Parameters ---------- X : array-like of shape (n_samples, n_features) Coordinates of the data points to cluster. It must be noted that X will be copied if it is not C-contiguous.

y : Ignored Not used, present here for API consistency by convention.

sample_weight : array-like, shape (n_samples,), optional The weights for each observation in X. If None, all observations are assigned equal weight (default: None).

Returns ------- self

val predict : ?sample_weight:[> `ArrayLike ] Np.Obj.t -> x:[> `ArrayLike ] Np.Obj.t -> [> tag ] Obj.t -> [> `ArrayLike ] Np.Obj.t

Predict the closest cluster each sample in X belongs to.

In the vector quantization literature, `cluster_centers_` is called the code book and each value returned by `predict` is the index of the closest code in the code book.

Parameters ---------- X : array-like, sparse matrix of shape (n_samples, n_features) New data to predict.

sample_weight : array-like, shape (n_samples,), optional The weights for each observation in X. If None, all observations are assigned equal weight (default: None).

Returns ------- labels : array, shape n_samples, Index of the cluster each sample belongs to.

val score : ?y:Py.Object.t -> ?sample_weight:[> `ArrayLike ] Np.Obj.t -> x:[> `ArrayLike ] Np.Obj.t -> [> tag ] Obj.t -> float

Opposite of the value of X on the K-means objective.

Parameters ---------- X : array-like, sparse matrix of shape (n_samples, n_features) New data.

y : Ignored Not used, present here for API consistency by convention.

sample_weight : array-like of shape (n_samples,), default=None The weights for each observation in X. If None, all observations are assigned equal weight.

Returns ------- score : float Opposite of the value of X on the K-means objective.

val set_params : ?params:(string * Py.Object.t) list -> [> tag ] Obj.t -> t

Set the parameters of this estimator.

The method works on simple estimators as well as on nested objects (such as pipelines). The latter have parameters of the form ``<component>__<parameter>`` so that it's possible to update each component of a nested object.

Parameters ---------- **params : dict Estimator parameters.

Returns ------- self : object Estimator instance.
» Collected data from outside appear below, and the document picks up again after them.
/** Coverage of the 95 % intervals of single correlators, by how few shots the rarest joint outcome has. */
import { analyseTime, type TimeTask } from "@/lib/science/correlators/analyse-time";
import type { IntervalKind } from "@/lib/science/correlators/error-bars";
import { wordsPerSite, type PackedSpins } from "@/lib/science/correlators/packed-spins";
import { pairIndex } from "@/lib/science/correlators/pairs";
import type { TracePlan } from "@/lib/science/correlators/trace-plan";
import { createRandomStream } from "@/lib/science/stats/philox";
import { RANDOM_PURPOSES } from "@/lib/science/stats/random-purposes";
import { addRepeat, coverageText, emptyTally, mergeTallies, percent, type CoverageTally } from "@/scripts/study/coverage-tally";

/** What is simulated in one row: two sites of equal mean. */
export interface CorrelatorCell {
  mean: number;
  correlator: number;
  shots: number;
}

/** What was found; `fewFlips` counts the intervals marked so. */
export interface CorrelatorTally {
  kinds: Record<IntervalKind, CoverageTally>;
  /** Of the percentile intervals that carry no mark. */
  unmarked: CoverageTally;
  pairs: number;
  fewFlips: number;
}

const SHOTS = [250, 1000, 4000];
const PAIRS: readonly { mean: number; correlator: number }[] = [
  { mean: 0, correlator: 0 },
  { mean: 0, correlator: 0.4 },
  { mean: -0.6, correlator: 0.2 },
  { mean: -0.8, correlator: 0 },
  { mean: -0.9, correlator: 0.05 },
  { mean: -0.96, correlator: 0.02 },
];
/** Independent pairs that share a simulated run and its resamples. */
const PAIRS_A_RUN = 8;
const REPLICATES = 1000;
const NO_TRACES: TracePlan = { kind: "distance", labels: [], distances: new Float64Array(0), offsets: Uint32Array.of(0), pairs: new Uint32Array(0) };
const KINDS: readonly IntervalKind[] = ["percentile", "basic", "bca"];

/** The rows of the study. */
export const CORRELATOR_CELLS: readonly CorrelatorCell[] = SHOTS.flatMap((shots) => PAIRS.map((pair) => ({ ...pair, shots })));

/** Chances of ++, +−, −+ and −−. */
function sharesOf({ mean, correlator }: CorrelatorCell): number[] {
  const share = (i: number, j: number) => ((1 + i * mean) * (1 + j * mean) + i * j * correlator) / 4;
  return [share(1, 1), share(1, -1), share(-1, 1), share(-1, -1)];
}

/** Returns the tally of simulated runs number `first` … `first + count − 1` of a row, the same whichever thread runs it. */
export function correlatorCoverage(cell: CorrelatorCell, index: number, seed: number, first: number, count: number): CorrelatorTally {
  const tally = emptyCorrelatorTally();
  for (let run = first; run < first + count; run++) addRun(tally, cell, index, seed, run);
  return tally;
}

function emptyCorrelatorTally(): CorrelatorTally {
  return { kinds: { percentile: emptyTally(), basic: emptyTally(), bca: emptyTally() }, unmarked: emptyTally(), pairs: 0, fewFlips: 0 };
}

function addRun(tally: CorrelatorTally, cell: CorrelatorCell, index: number, seed: number, run: number): void {
  const stream = createRandomStream(seed, RANDOM_PURPOSES.coverageStudy, index, run);
  const task: Omit<TimeTask, "interval"> = {
    timeIndex: 0,
    spins: drawPairs(cell, stream.nextUniform),
    estimator: "plug-in",
    readout: null,
    plan: NO_TRACES,
    replicates: REPLICATES,
    seed: stream.nextUint32(),
    blockLength: 1,
    pairErrors: "law",
  };
  const sites = 2 * PAIRS_A_RUN;
  for (const kind of KINDS) {
    const { value, error, low, high, fewFlips } = analyseTime({ ...task, interval: kind });
    for (let n = 0; n < PAIRS_A_RUN; n++) {
      const at = pairIndex(sites, 2 * n, 2 * n + 1);
      const held = [{ estimate: { value: value[at], error: error[at], low: low[at], high: high[at] }, truth: cell.correlator }];
      addRepeat(tally.kinds[kind], held);
      if (kind !== "percentile") continue;
      tally.pairs += 1;
      tally.fewFlips += fewFlips[at];
      if (fewFlips[at] === 0) addRepeat(tally.unmarked, held);
    }
  }
}

function drawPairs(cell: CorrelatorCell, uniform: () => number): PackedSpins {
  const { shots } = cell;
  const [both, onlyI, onlyJ] = sharesOf(cell);
  const stride = wordsPerSite(shots);
  const words = new Uint32Array(2 * PAIRS_A_RUN * stride);
  for (let n = 0; n < PAIRS_A_RUN; n++) {
    for (let s = 0; s < shots; s++) {
      const u = uniform();
      const bit = 1 << (s & 31);
      if (u < both + onlyI) words[2 * n * stride + (s >>> 5)] |= bit;
      if (u < both || (u >= both + onlyI && u < both + onlyI + onlyJ)) words[(2 * n + 1) * stride + (s >>> 5)] |= bit;
    }
  }
  return { sites: 2 * PAIRS_A_RUN, shots, words };
}

/** Returns the sum of two tallies of one row. */
export function mergeCorrelatorTallies(first: CorrelatorTally, second: CorrelatorTally): CorrelatorTally {
  const kind = (name: IntervalKind) => mergeTallies(first.kinds[name], second.kinds[name]);
  return {
    kinds: { percentile: kind("percentile"), basic: kind("basic"), bca: kind("bca") },
    unmarked: mergeTallies(first.unmarked, second.unmarked),
    pairs: first.pairs + second.pairs,
    fewFlips: first.fewFlips + second.fewFlips,
  };
}

/** Returns the rows as a Markdown table. */
export function correlatorTable(tallies: readonly CorrelatorTally[]): string {
  const rows = CORRELATOR_CELLS.map((cell, at) => {
    const { kinds, unmarked, pairs, fewFlips } = tallies[at];
    const rarest = Math.min(...sharesOf(cell)) * cell.shots;
    const cells = [cell.shots, cell.mean, cell.correlator, rarest.toFixed(1), ...KINDS.map((kind) => coverageText(kinds[kind])), percent(fewFlips / pairs), coverageText(unmarked)];
    return `| ${cells.join(" | ")} |`;
  });
  return [
    "| M | ⟨σ⟩ | C | rarest outcome, shots | percentile | basic | BCa | marked few-flips, % | percentile without the mark |",
    "|---|---|---|---|---|---|---|---|---|",
    ...rows,
  ].join("\n");
}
val transform : x:[> `ArrayLike ] Np.Obj.t -> [> tag ] Obj.t -> [> `ArrayLike ] Np.Obj.t

Transform X to a cluster-distance space.

In the new space, each dimension is the distance to the cluster centers. Note that even if X is sparse, the array returned by `transform` will typically be dense.

Parameters ---------- X : array-like, sparse matrix of shape (n_samples, n_features) New data to transform.

Returns ------- X_new : ndarray of shape (n_samples, n_clusters) X transformed in the new space.

val cluster_centers_ : t -> [> `ArrayLike ] Np.Obj.t

Attribute cluster_centers_: get value or raise Not_found if None.

val cluster_centers_opt : t -> [> `ArrayLike ] Np.Obj.t option

Attribute cluster_centers_: get value as an option.

val labels_ : t -> int

Attribute labels_: get value or raise Not_found if None.

val labels_opt : t -> int option

Attribute labels_: get value as an option.

val inertia_ : t -> float

Attribute inertia_: get value or raise Not_found if None.

val inertia_opt : t -> float option

Attribute inertia_: get value as an option.

val to_string : t -> string

Print the object to a human-readable representation.

val show : t -> string

Print the object to a human-readable representation.

val pp : Stdlib.Format.formatter -> t -> unit

Pretty-print the object to a formatter.